**WHAT YOU HAVE TO DO:**
Pull every line containing "RegionOfInterest" out of the listing below.

##### DATA EXCERPTS

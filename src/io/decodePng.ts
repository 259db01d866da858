/**
 * PNG bytes → ImageStack with the npm package fast-png; the header is checked first so that
 * corrupt, truncated, unsupported or oversized images give a clear error, not a crash.
 * Format: PNG specification (ISO/IEC 15948, W3C PNG 2nd edition), §11.2.2 IHDR.
 */
import { decode as decodePngBytes } from "fast-png";
import { DataError, FringekitError } from "../errors.js";
import type { ImageStack } from "./imageTypes.js";
import { InflateLimitExceeded, inflatedSize } from "./boundedInflate.js";
import { formatBytes, INFLATE_SLACK_BYTES, MAX_DECODED_IMAGE_BYTES, MAX_IMAGE_PIXELS } from "./limits.js";
import { isPng } from "./fileSignature.js";

/**
 * Decodes an 8- or 16-bit grey or RGB PNG (alpha ignored; indexed colour and bit depths below 8
 * are refused). RGB pixels become the mean of R, G and B.
 * @param bytes  the file
 * @param source file name for messages
 */
export function decodePng(bytes: Uint8Array, source: string): ImageStack {
  if (!isPng(bytes)) throw new DataError(source, "not a PNG file (wrong signature)", "give a PNG, a TIFF or a text table");
  if (bytes.length < 33) throw new DataError(source, "truncated PNG: the file ends inside the header", "export the image again");
  const view = new DataView(bytes.buffer, bytes.byteOffset, bytes.byteLength);
  const width = view.getUint32(16);
  const height = view.getUint32(20);
  const depth = bytes[24] as number;
  const colour = bytes[25] as number;
  if (String.fromCharCode(...bytes.subarray(12, 16)) !== "IHDR") throw new DataError(source, "corrupt PNG: the first chunk is not IHDR", "export the image again");
  if (width === 0 || height === 0) throw new DataError(source, `corrupt PNG: image size ${width} × ${height}`, "export the image again");
  if (width * height > MAX_IMAGE_PIXELS) {
    throw new DataError(source, `the image has ${width} × ${height} pixels, above the limit of ${MAX_IMAGE_PIXELS}`, "crop the image before loading it");
  }
  if (colour === 3) throw new DataError(source, "indexed-colour (palette) PNG is not supported", "save the frame as 8- or 16-bit greyscale");
  if (depth !== 8 && depth !== 16) throw new DataError(source, `PNG bit depth ${depth} is not supported`, "save the frame as 8- or 16-bit greyscale");
  if (![0, 2, 4, 6].includes(colour)) throw new DataError(source, `corrupt PNG: colour type ${colour}`, "export the image again");
  const channels0 = CHANNELS[colour]!;
  const decodedBytes = width * height * channels0 * (depth / 8);
  if (decodedBytes > MAX_DECODED_IMAGE_BYTES) {
    throw new DataError(source, `the image is ${width} × ${height} pixels × ${channels0} channel(s) × ${depth / 8} byte(s), ${formatBytes(decodedBytes)} decoded, above the ${formatBytes(MAX_DECODED_IMAGE_BYTES)} limit`, "crop the image or save it as 8- or 16-bit greyscale");
  }
  const essential = essentialChunks(bytes, source);
  const expected = filteredSize(width, height, channels0 * depth, bytes[28] === 1);
  try {
    inflatedSize(essential.idat, expected + INFLATE_SLACK_BYTES);
  } catch (error) {
    if (error instanceof InflateLimitExceeded) {
      throw new DataError(source, `the pixel data inflate to more than the ${formatBytes(expected)} the ${width} × ${height} header implies (a decompression bomb or a corrupt file)`, "export the image again; do not load files from untrusted sources");
    }
    throw new DataError(source, `corrupt or truncated PNG (${describe(error)})`, "export the image again or check the copy is complete");
  }
  let decoded;
  try {
    // Only IHDR, pHYs, IDAT and IEND reach the decoder: ancillary chunks (iCCP, zTXt, iTXt…) could inflate without bound.
    decoded = decodePngBytes(essential.png, { checkCrc: true });
  } catch (error) {
    if (error instanceof FringekitError) throw error;
    throw new DataError(source, `corrupt or truncated PNG (${describe(error)})`, "export the image again or check the copy is complete");
  }
  const pixels = decoded.width * decoded.height;
  const channels = decoded.channels;
  if (decoded.data.length < pixels * channels) throw new DataError(source, "truncated PNG: fewer pixels than the header states", "export the image again");
  const notes: string[] = [];
  const colourChannels = channels >= 3 ? 3 : 1;
  let page: Uint8Array | Uint16Array | Float32Array;
  if (colourChannels === 1 && channels === 1) page = decoded.data instanceof Uint8ClampedArray ? new Uint8Array(decoded.data.buffer, decoded.data.byteOffset, decoded.data.length) : decoded.data;
  else {
    const grey = colourChannels === 3 ? new Float32Array(pixels) : depth === 16 ? new Uint16Array(pixels) : new Uint8Array(pixels);
    const data = decoded.data;
    for (let i = 0, k = 0; i < pixels; i++, k += channels) {
      grey[i] = colourChannels === 3 ? ((data[k] as number) + (data[k + 1] as number) + (data[k + 2] as number)) / 3 : (data[k] as number);
    }
    page = grey;
    notes.push(colourChannels === 3 ? "RGB pixels averaged to grey" : "alpha channel ignored");
  }
  const stack: ImageStack = {
    width: decoded.width,
    height: decoded.height,
    bitDepth: depth as 8 | 16,
    sampleFormat: "uint",
    pages: [page],
    integerCodes: colourChannels === 1,
    topCode: colourChannels === 1 ? 2 ** depth - 1 : undefined,
    format: "png",
    notes,
  };
  if (decoded.resolution && decoded.resolution.unit === 1 && decoded.resolution.x > 0) stack.pixelPitchFromFile = 1 / decoded.resolution.x;
  return stack;
}

/** Channels per colour type (PNG §11.2.2 Table 11.1): grey, -, RGB, palette, grey+alpha, -, RGBA. */
const CHANNELS: Record<number, number> = { 0: 1, 2: 3, 3: 1, 4: 2, 6: 4 };

/**
 * Bytes of filtered scanlines the header implies (PNG §7.2, §8.2): each row has one filter
 * byte and ceil(width × bits per pixel / 8) data bytes; Adam7 interlacing has seven sub-images.
 */
function filteredSize(width: number, height: number, bitsPerPixel: number, interlaced: boolean): number {
  const rows = (w: number, h: number) => (w > 0 && h > 0 ? h * (1 + Math.ceil((w * bitsPerPixel) / 8)) : 0);
  if (!interlaced) return rows(width, height);
  const passes = [[0, 0, 8, 8], [4, 0, 8, 8], [0, 4, 4, 8], [2, 0, 4, 4], [0, 2, 2, 4], [1, 0, 2, 2], [0, 1, 1, 2]] as const;
  return passes.reduce((sum, [x0, y0, dx, dy]) => sum + rows(Math.ceil((width - x0) / dx), Math.ceil((height - y0) / dy)), 0);
}

/**
 * Walks the chunk list (bounds-checked) and returns the concatenated IDAT data and a PNG with
 * only the chunks the decoder needs (IHDR, pHYs, IDAT, IEND; copied verbatim with their CRCs).
 */
function essentialChunks(bytes: Uint8Array, source: string): { idat: Uint8Array; png: Uint8Array } {
  const view = new DataView(bytes.buffer, bytes.byteOffset, bytes.byteLength);
  const kept: Uint8Array[] = [bytes.subarray(0, 8)];
  const idat: Uint8Array[] = [];
  let at = 8;
  let ended = false;
  while (at + 12 <= bytes.length) {
    const length = view.getUint32(at);
    const type = String.fromCharCode(bytes[at + 4]!, bytes[at + 5]!, bytes[at + 6]!, bytes[at + 7]!);
    const end = at + 12 + length;
    if (end > bytes.length) break; // truncated: the decoder reports it
    if (type === "IDAT") idat.push(bytes.subarray(at + 8, at + 8 + length));
    if (type === "IHDR" || type === "pHYs" || type === "IDAT" || type === "IEND") kept.push(bytes.subarray(at, end));
    at = end;
    if (type === "IEND") { ended = true; break; }
  }
  if (!ended) kept.push(bytes.subarray(at)); // let the decoder see and report the truncation
  const join = (parts: Uint8Array[]) => {
    const out = new Uint8Array(parts.reduce((n, p) => n + p.length, 0));
    let k = 0;
    for (const p of parts) { out.set(p, k); k += p.length; }
    return out;
  };
  if (idat.length === 0) throw new DataError(source, "corrupt or truncated PNG: no image data (IDAT) chunk", "export the image again");
  return { idat: join(idat), png: join(kept) };
}

/** Short description of a decoder's exception, without a stack trace. */
export function describe(error: unknown): string {
  // Decoder messages may end in a dangling colon ("Error while decompressing the data:").
  const text = (error instanceof Error ? error.message : String(error)).replace(/[\s:]+$/, "");
  return text.length > 120 ? `${text.slice(0, 117)}...` : text;
}
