/** Image bytes (PNG or TIFF) → ImageStack, chosen by the file's signature. */
import { DataError } from "../errors.js";
import { decodePng } from "./decodePng.js";
import { decodeTiff } from "./decodeTiff.js";
import type { ImageStack } from "./imageTypes.js";
import { checkFileSize } from "./limits.js";
import { isTiff } from "./readTiffDirectories.js";
import { isPng, sniffFormat } from "./fileSignature.js";

/**
 * Decodes a PNG or TIFF image from its bytes.
 * @param bytes  the file
 * @param source file name for messages
 */
export function readImage(bytes: Uint8Array, source = "image"): ImageStack {
  checkFileSize(bytes.length, source, "image");
  if (bytes.length === 0) throw new DataError(source, "the file is empty", "give a PNG or TIFF frame");
  if (isPng(bytes)) return decodePng(bytes, source);
  if (isTiff(bytes) || (bytes.length >= 4 && (bytes[0] === 0x49 || bytes[0] === 0x4d) && bytes[0] === bytes[1])) return decodeTiff(bytes, source);
  throw new DataError(source, `not a supported image (${sniffFormat(bytes)})`, "give an 8- or 16-bit PNG, or an 8/16-bit or 32-bit float TIFF");
}
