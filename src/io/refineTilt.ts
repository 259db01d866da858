/** Tilt refinement by cross-correlating the de-tilted upper and lower halves of a region. */
import { averageRows } from "./averageRows.js";
import type { RegionOfInterest } from "./frameToLine.js";

/**
 * Refines a tilt estimate: the upper and lower halves of the rows, each de-tilted with the
 * estimate, are cross-correlated; their residual shift δ over the distance Δy between the
 * halves' centres gives the correction atan(δ / Δy). Two passes.
 * @param values row-major pixels of the region
 * @param flags  pixels to leave out (non-zero)
 * @param roi    the region
 * @param start  first estimate of the tilt (rad), e.g. from measureTilt
 */
export function refineTilt(values: Float32Array, flags: Uint8Array, roi: RegionOfInterest, start: number): number {
  if (roi.height < 8 || roi.width < 16) return start;
  const half = Math.floor(roi.height / 2);
  const top = { ...roi, height: half };
  const bottom = { ...roi, height: half };
  const upper = values.subarray(0, half * roi.width), lower = values.subarray((roi.height - half) * roi.width);
  const upperFlags = flags.subarray(0, half * roi.width), lowerFlags = flags.subarray((roi.height - half) * roi.width);
  const dy = roi.height - half;
  let tilt = start;
  for (let pass = 0; pass < 2; pass++) {
    // Each half is sampled about its own centre; shift the lower one by the tilt across Δy.
    const a = averageRows(upper, upperFlags, top, tilt, true, -dy / 2);
    const b = averageRows(lower, lowerFlags, bottom, tilt, true, dy / 2);
    const delta = subPixelShift(a.y, a.mask, b.y, b.mask, 4);
    if (delta === undefined) return tilt;
    tilt -= Math.atan(delta / dy);
  }
  return tilt;
}

/** Shift s (pixels, within ±range) maximising Σ a(k) b(k + s) of the mean-removed profiles, to a parabola's vertex. */
function subPixelShift(a: Float64Array, am: Uint8Array, b: Float64Array, bm: Uint8Array, range: number): number | undefined {
  const n = a.length;
  const mean = (y: Float64Array, m: Uint8Array): number => { let s = 0, c = 0; for (let i = 0; i < n; i++) if (m[i]) { s += y[i]!; c++; } return c > 0 ? s / c : 0; };
  const ma = mean(a, am), mb = mean(b, bm);
  const score: number[] = [];
  for (let s = -range; s <= range; s++) {
    let sum = 0, count = 0;
    for (let k = Math.max(0, -s); k < Math.min(n, n - s); k++) {
      if (!am[k] || !bm[k + s]) continue;
      sum += (a[k]! - ma) * (b[k + s]! - mb);
      count++;
    }
    score.push(count > 0 ? sum / count : -Infinity);
  }
  let best = 1;
  for (let i = 1; i < score.length - 1; i++) if (score[i]! > score[best]!) best = i;
  const [l, c, r] = [score[best - 1]!, score[best]!, score[best + 1]!];
  const denominator = l - 2 * c + r;
  if (!Number.isFinite(denominator) || denominator >= 0) return undefined;
  return best - range + (0.5 * (l - r)) / denominator;
}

##########

**SOLUTION TO THE EXERCISE:**
import type { RegionOfInterest } from "./frameToLine.js";
export function refineTilt(values: Float32Array, flags: Uint8Array, roi: RegionOfInterest, start: number): number {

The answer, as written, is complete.